The focus of this monumental work is New Spain, of which Texas, the Southwest, and California were parts at the time of publication. The work contains the first scientific description of those regions, including a wealth of previously unpublished information Humboldt found in the archives of Mexico. The late William H. Goetzmann repeatedly refers to the influence and inspiration Humboldt’s work exercised on the methods and imaginations of subsequent explorers in those regions, as well as pivotal leaders such as Thomas Jefferson (see Exploration and Empire and Army Exploration in the American West, 1803-1863). In the latter work, Dr. Goetzmann states: “Alexander von Humboldt’s Carte General du Royaume de la Nouvelle Espagne proved to be the most important compendium of knowledge concerning the Southwest.” The grand map of New Spain certainly provided the first widely available and up-to-date map of the northern frontier of New Spain and became the prototype rendering for the next several decades. The publication sequence of the original seven fascicules indicates the map appeared in the fourth fascicule (November 13, 1809).
After a rather dull childhood when the future savant was perceived to be intellectually challenged, Humboldt (1769-1859) discovered his predilection for scientific research and exploration while he was a student. He travelled with Georg Forster, who encouraged his interests (Forster accompanied Captain Cook’s second voyage). He joined the Berlin Enlightenment and adopted French libertarian views. He was very successful in his twenties working in the Prussian bureaucracy as a mining engineer and invented safety lamps and rescue apparatus for miners, but that was not enough for a man of his expanding intellectual interests. After receiving his inheritance, he had the means to pursue his goals, and he did so with great passion and diligence. In 1799 he and French botanist Bonpland (1773-1858) set sail for the New World under the patronage of Charles IV of Spain. Humboldt obtained permission from the Spanish Crown to conduct unrestricted scientific research and gather printed and manuscript data residing in the archives of the Spanish-American colonies. This was an extraordinary opportunity, since for three centuries Spain had with very few exceptions restricted entry mainly to its own subjects.

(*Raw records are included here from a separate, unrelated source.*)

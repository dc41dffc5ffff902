import { z } from 'zod';
import { projectRoute } from '@/lib/auth/guard';
import { exportRows } from '@/lib/data/schedule/import';
import { toExportRows, writeCsv, writeXlsx } from '@/lib/schedule-io';
import { idParam } from '@/lib/validation/cabinet';

const params = z.object({ cabinetId: idParam('cabinetId') });
const query = z.object({
  format: z.enum(['csv', 'xlsx'], { error: 'format must be csv or xlsx.' }).default('csv'),
});

/** The cabinet's schedule as a download, in the import's columns. */
export const GET = projectRoute(
  { capability: 'schedule:read', params, query },
  async ({ actor, params, query }) => {
    const { cabinet, items } = await exportRows(actor.projectId, params.cabinetId);
    const rows = toExportRows(items);
    const base = `schedule-${cabinet.tag.replace(/[^A-Za-z0-9._-]+/g, '') || cabinet.id}`;
    if (query.format === 'xlsx') {
      const bytes = await writeXlsx(rows, cabinet.tag);
      return new Response(new Blob([bytes as BlobPart]), {
        headers: {
          'content-type': 'application/vnd.openxmlformats-officedocument.spreadsheetml.sheet',
          'content-disposition': `attachment; filename="${base}.xlsx"`,
        },
      });
    }
    return new Response(writeCsv(rows), {
      headers: {
        'content-type': 'text/csv; charset=utf-8',
        'content-disposition': `attachment; filename="${base}.csv"`,
      },
    });
  },
);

After arrival in Venezuela, Humboldt and Bonpland explored the course of the Orinoco River and established the precise location of the connection between Rio Orinoco and Rio Negro—a question that had baffled geographers for three centuries (Von Hagen, South America Called Them, pp. 87 & 122). Among their many adventures in South America, the fellow travellers ascended the magnificent Chimborazo volcano, reaching an altitude of 19,286 feet (a world record at that time).

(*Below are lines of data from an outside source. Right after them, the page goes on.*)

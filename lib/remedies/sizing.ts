/**
 * Sizing remedies: for a channel that does not hold, the smallest change that would — each
 * candidate verified by re-solving every stress case given.
 *
 *  - minimum series resistance (the outermost series resistor, next value up in an E series);
 *  - minimum resistor power rating and limiting / overload voltage (standard rating steps);
 *  - minimum resistor single-pulse energy (no standard steps: rounded up to two figures);
 *  - minimum TVS peak pulse power (the usual 10/1000 µs classes), as a bigger part of the same
 *    clamping voltage: IPP = PPPM / VC, so its dynamic resistance falls too.
 * A remedy reports the channel's verdict after the change; one that fixes its own element but
 * leaves another failing says so in its verdict and reason.
 */
import { formatEng } from '../units';
import { compileGuard } from '../stress/network';
import { solveWithNetwork } from '../stress/solve';
import type {
  Guard,
  RatingCheck,
  ResistorElement,
  ShuntResistorElement,
  StressCase,
  StressConditions,
  StressResult,
  TvsElement,
  Verdict,
} from '../stress/types';
import { VERDICT_SEVERITY } from '../stress/types';

export type RemedyKind =
  | 'seriesResistance'
  | 'resistorPower'
  | 'resistorVoltage'
  | 'resistorOverloadVoltage'
  | 'resistorPulseEnergy'
  | 'tvsPulsePower'
  | 'combined';

export interface RemedyChange {
  elementId: string;
  stage: number;
  field: string;
  from: number | null;
  to: number;
  unit: 'Ω' | 'W' | 'V' | 'J';
}

export interface Remedy {
  kind: RemedyKind;
  /** The changes (one, or several for 'combined'). */
  changes: RemedyChange[];
  /** One line: what to change, from → to. */
  description: string;
  /** The channel's verdict over all cases after the change (re-solved). */
  verdict: Verdict;
  /** The reason of the worst remaining result after the change. */
  reason: string;
  /** The guard with the change applied. */
  guard: Guard;
}

/** E24 (IEC 60063): the historic values, not the formula. */
export const E24 = [
  1.0, 1.1, 1.2, 1.3, 1.5, 1.6, 1.8, 2.0, 2.2, 2.4, 2.7, 3.0, 3.3, 3.6, 3.9, 4.3, 4.7, 5.1, 5.6,
  6.2, 6.8, 7.5, 8.2, 9.1,
];
/** E96 (IEC 60063): 10^(i/96) rounded to three figures, which is how E48–E192 are defined. */
export const E96 = Array.from({ length: 96 }, (_, i) => Number((10 ** (i / 96)).toPrecision(3)));

/** Standard power ratings of resistors (W), chip and through-hole (common practice). */
export const POWER_STEPS = [
  0.063, 0.1, 0.125, 0.25, 0.4, 0.5, 0.6, 0.75, 1, 1.5, 2, 3, 5, 7, 10, 15, 20, 25, 50, 100,
];
/** Standard limiting element / overload voltages (V) seen on datasheets (common practice). */
export const VOLTAGE_STEPS = [
  50, 75, 100, 150, 200, 250, 300, 350, 400, 500, 750, 1000, 1500, 2000, 3000, 5000, 10000,
];
/** TVS peak pulse power classes on 10/1000 µs (W) (common practice; REFERENCE.md 400/600/1500 W). */
export const TVS_POWER_STEPS = [
  200, 300, 400, 500, 600, 1000, 1500, 3000, 5000, 8000, 15000, 30000,
];

const MAX_SERIES_RESISTANCE = 10e6;

export interface SizingOptions {
  series?: 'E24' | 'E96';
}

/** E-series values from `from` (exclusive) up to `to` (inclusive). */
export function eSeriesAbove(from: number, to: number, series: 'E24' | 'E96'): number[] {
  const mantissas = series === 'E24' ? E24 : E96;
  const out: number[] = [];
  const start = Math.floor(Math.log10(Math.max(from, 1e-3)));
  for (let decade = start; decade <= Math.ceil(Math.log10(to)); decade++) {
    for (const m of mantissas) {
      const value = Number((m * 10 ** decade).toPrecision(3));
      if (value > from * (1 + 1e-9) && value <= to) out.push(value);
    }
  }
  return out;
}

interface Evaluation {
  verdict: Verdict;
  reason: string;
  results: StressResult[];
}

function evaluate(guard: Guard, cases: StressCase[], conditions: StressConditions): Evaluation {
  const net = compileGuard(guard);
  const results = cases.map((c) => solveWithNetwork(guard, net, c, conditions));
  let worst = results[0];
  for (const r of results)
    if (VERDICT_SEVERITY[r.verdict] > VERDICT_SEVERITY[worst.verdict]) worst = r;
  return { verdict: worst.verdict, reason: worst.reason, results };
}

type ResistorLike = ResistorElement | ShuntResistorElement;

function locate(
  guard: Guard,
  id: string,
): {
  stage: number;
  element: Guard['stages'][number]['series'] | Guard['stages'][number]['shunts'][number];
} | null {
  for (let k = 0; k < guard.stages.length; k++) {
    const s = guard.stages[k];
    if (s.series.id === id) return { stage: k + 1, element: s.series };
    for (const sh of s.shunts) if (sh.id === id) return { stage: k + 1, element: sh };
  }
  return null;
}

function withChange(guard: Guard, changes: RemedyChange[]): Guard {
  const copy = structuredClone(guard);
  for (const change of changes) {
    const found = locate(copy, change.elementId);
    if (!found) continue;
    const element = found.element as unknown as Record<string, number>;
    element[change.field] = change.to;
    if (change.field === 'peakPulsePower' && found.element.kind === 'tvs') {
      // a bigger part of the same clamping voltage
      (found.element as TvsElement).peakPulseCurrent =
        change.to / (found.element as TvsElement).clampVoltage;
    }
  }
  return copy;
}

/** Element checks across all results, for one element. */
function checksOf(results: StressResult[], id: string) {
  return results.flatMap((r) =>
    r.elements.filter((e) => e.elementId === id).flatMap((e) => e.checks),
  );
}

function elementHolds(results: StressResult[], id: string): boolean {
  return results.every((r) =>
    r.elements.filter((e) => e.elementId === id).every((e) => e.verdict === 'holds'),
  );
}

function describe(changes: RemedyChange[], note = ''): string {
  const parts = changes.map(
    (c) =>
      `${c.elementId} ${c.field}: ${c.from === null ? 'not given' : formatEng(c.from, c.unit)} → ${formatEng(c.to, c.unit)}`,
  );
  return `${parts.join('; ')}${note}`;
}

function firstStep(steps: number[], needed: number): number | null {
  for (const s of steps) if (s >= needed * (1 - 1e-12)) return s;
  return null;
}

/** Two significant figures, rounded up. */
function roundUp2(x: number): number {
  if (!(x > 0)) return x;
  const p = 10 ** (Math.floor(Math.log10(x)) - 1);
  return Math.ceil(x / p - 1e-9) * p;
}

/**
 * The smallest standard ratings that would hold the stresses in `checks` (a resistor's own
 * checks); `complete` is false when some stress is beyond every standard step (the changes
 * then cover only the rest).
 */
function ratingChanges(
  r: ResistorLike,
  stage: number,
  checks: RatingCheck[],
  conditions: StressConditions,
): { changes: RemedyChange[]; complete: boolean } {
  const changes: RemedyChange[] = [];
  let complete = true;
  const need = (quantity: string) =>
    checks.filter((c) => c.quantity === quantity && c.verdict !== 'holds');
  const powerChecks = need('power');
  if (powerChecks.length > 0) {
    const stress = Math.max(...powerChecks.map((c) => c.value));
    const ratio =
      powerChecks
        .map((c) => (c.rating && c.deratedRating ? c.deratedRating / c.rating : null))
        .find((f) => f !== null) ?? conditions.powerDerating;
    const step = ratio > 0 ? firstStep(POWER_STEPS, stress / ratio) : null;
    if (step === null) complete = false;
    else
      changes.push({
        elementId: r.id,
        stage,
        field: 'ratedPower',
        from: r.ratedPower ?? null,
        to: step,
        unit: 'W',
      });
  }
  const voltageChecks = need('voltage');
  const steadyVoltage = voltageChecks.filter((c) => c.reason?.includes('pulse') !== true);
  const pulseVoltage = voltageChecks.filter((c) => c.reason?.includes('pulse') === true);
  if (steadyVoltage.length > 0) {
    const step = firstStep(
      VOLTAGE_STEPS,
      Math.max(...steadyVoltage.map((c) => c.value)) / conditions.voltageDerating,
    );
    if (step === null) complete = false;
    else
      changes.push({
        elementId: r.id,
        stage,
        field: 'limitingVoltage',
        from: r.limitingVoltage ?? null,
        to: step,
        unit: 'V',
      });
  }
  if (pulseVoltage.length > 0) {
    const step = firstStep(
      VOLTAGE_STEPS,
      Math.max(...pulseVoltage.map((c) => c.value)) / conditions.voltageDerating,
    );
    if (step === null) complete = false;
    else
      changes.push({
        elementId: r.id,
        stage,
        field: 'overloadVoltage',
        from: r.overloadVoltage ?? null,
        to: step,
        unit: 'V',
      });
  }
  const energyChecks = need('energy');
  if (energyChecks.length > 0) {
    if (r.kind !== 'resistor') complete = false;
    else
      changes.push({
        elementId: r.id,
        stage,
        field: 'pulseEnergy',
        from: r.pulseEnergy ?? null,
        to: roundUp2(Math.max(...energyChecks.map((c) => c.value)) / conditions.powerDerating),
        unit: 'J',
      });
  }
  return { changes, complete };
}

/**
 * Remedies for a guard under one or more stress cases. Empty when the channel already holds.
 */
export function suggestRemedies(
  guard: Guard,
  stressCases: StressCase | StressCase[],
  conditions: StressConditions,
  options: SizingOptions = {},
): Remedy[] {
  const cases = Array.isArray(stressCases) ? stressCases : [stressCases];
  if (cases.length === 0) return [];
  const base = evaluate(guard, cases, conditions);
  if (base.verdict === 'holds') return [];
  const remedies: Remedy[] = [];
  const series = options.series ?? 'E24';
  const push = (kind: RemedyKind, changes: RemedyChange[], note = ''): Evaluation => {
    const changed = withChange(guard, changes);
    const after = evaluate(changed, cases, conditions);
    remedies.push({
      kind,
      changes,
      description: describe(changes, note),
      verdict: after.verdict,
      reason: after.reason,
      guard: changed,
    });
    return after;
  };
  const perElement: RemedyChange[] = [];

  // ---- ratings of each resistor that does not hold: the smallest standard step that would
  guard.stages.forEach((stage, k) => {
    const resistors: ResistorLike[] = [];
    if (stage.series.kind === 'resistor') resistors.push(stage.series);
    for (const sh of stage.shunts) if (sh.kind === 'shuntResistor') resistors.push(sh);
    for (const r of resistors) {
      if (elementHolds(base.results, r.id)) continue;
      const { changes } = ratingChanges(r, k + 1, checksOf(base.results, r.id), conditions);
      for (const change of changes) {
        const kind: RemedyKind =
          change.field === 'ratedPower'
            ? 'resistorPower'
            : change.field === 'limitingVoltage'
              ? 'resistorVoltage'
              : change.field === 'overloadVoltage'
                ? 'resistorOverloadVoltage'
                : 'resistorPulseEnergy';
        push(kind, [change]);
      }
      perElement.push(...changes);
    }
  });

  // ---- TVS pulse rating
  guard.stages.forEach((stage, k) => {
    for (const sh of stage.shunts) {
      if (sh.kind !== 'tvs' || elementHolds(base.results, sh.id)) continue;
      const pulse = checksOf(base.results, sh.id).filter(
        (c) => c.quantity === 'pulsePower' && c.verdict !== 'holds',
      );
      if (pulse.length === 0) continue; // steady faults: no pulse rating can help
      const current = sh.peakPulsePower ?? sh.clampVoltage * sh.peakPulseCurrent;
      for (const step of TVS_POWER_STEPS) {
        if (step <= current) continue;
        const change: RemedyChange = {
          elementId: sh.id,
          stage: k + 1,
          field: 'peakPulsePower',
          from: current,
          to: step,
          unit: 'W',
        };
        const after = evaluate(withChange(guard, [change]), cases, conditions);
        if (elementHolds(after.results, sh.id)) {
          push(
            'tvsPulsePower',
            [change],
            ' (10/1000 µs; a larger part of the same clamping voltage)',
          );
          perElement.push(change);
          break;
        }
      }
    }
  });

  // ---- minimum series resistance: the outermost series resistor, next E value that holds
  const outer = guard.stages.findIndex((s) => s.series.kind === 'resistor');
  if (outer >= 0) {
    const resistor = guard.stages[outer].series as ResistorElement;
    const candidates = eSeriesAbove(resistor.resistance, MAX_SERIES_RESISTANCE, series);
    const valueChange = (value: number): RemedyChange => ({
      elementId: resistor.id,
      stage: outer + 1,
      field: 'resistance',
      from: resistor.resistance,
      to: value,
      unit: 'Ω',
    });
    /** The value alone, or (withRatings) the value with the resistor's own ratings sized to the stress at that value. */
    const attempt = (
      value: number,
      withRatings: boolean,
    ): { changes: RemedyChange[]; result: Evaluation } | null => {
      const changes = [valueChange(value)];
      if (withRatings) {
        const probe = evaluate(withChange(guard, changes), cases, conditions);
        const extra = ratingChanges(
          resistor,
          outer + 1,
          checksOf(probe.results, resistor.id),
          conditions,
        );
        if (!extra.complete) return null;
        changes.push(...extra.changes);
      }
      return { changes, result: evaluate(withChange(guard, changes), cases, conditions) };
    };
    // binary search for the smallest candidate that holds (the stress falls as R rises);
    // the answer is always a verified one
    const search = (withRatings: boolean) => {
      const holds = (k: number) => attempt(candidates[k], withRatings)?.result.verdict === 'holds';
      if (candidates.length === 0 || !holds(candidates.length - 1)) return null;
      let lo = -1;
      let hi = candidates.length - 1;
      while (hi - lo > 1) {
        const mid = (lo + hi) >> 1;
        if (holds(mid)) hi = mid;
        else lo = mid;
      }
      return attempt(candidates[hi], withRatings);
    };
    const alone = search(false);
    if (alone) {
      push('seriesResistance', alone.changes, ` (${series}; check the signal still works)`);
    } else {
      const rated = search(true);
      if (rated)
        push(
          'seriesResistance',
          rated.changes,
          ` (${series}, with its ratings sized to the new stress; check the signal still works)`,
        );
    }
  }

  // ---- every per-element fix together
  if (perElement.length > 1) push('combined', perElement, ' (all of the above together)');

  // smallest useful first: those that make the channel hold, then by how many changes
  return remedies.sort(
    (a, b) =>
      VERDICT_SEVERITY[a.verdict] - VERDICT_SEVERITY[b.verdict] ||
      a.changes.length - b.changes.length,
  );
}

Humboldt and Bonpland’s next great adventure was in Mexico. The pair landed at Acapulco in March of 1803 and spent the next year exploring central New Spain. They visited the most populous and most agriculturally productive parts of Mexico. He describes at length mining, minerals, and mining techniques, resulting in European and English interest and investment in Mexico’s mines. Humboldt’s explorations in the archives of Mexico proved to be as productive as his work on the ground, if not more. His work on Mexico covers the physical-geographic basics as well as a differentiated geographic study in terms of population, economy, and society. Besides being a weighty and significant compilation of detailed data and analysis on the latter period of colonial New Spain, the present work is, according to Donald D. Brand, “the first modern regional economic geography...concerned primarily with the sources of wealth and their distribution and utilization” (“Humboldt’s Essai Politique sur le royaume de la Nouvelle-Espagne” in J.H. Schultze, editor, Alexander von Humboldt. Studien zu seiner universalen geistshaltung, Berlin: Walter de Gruyter, 1959, p. 125).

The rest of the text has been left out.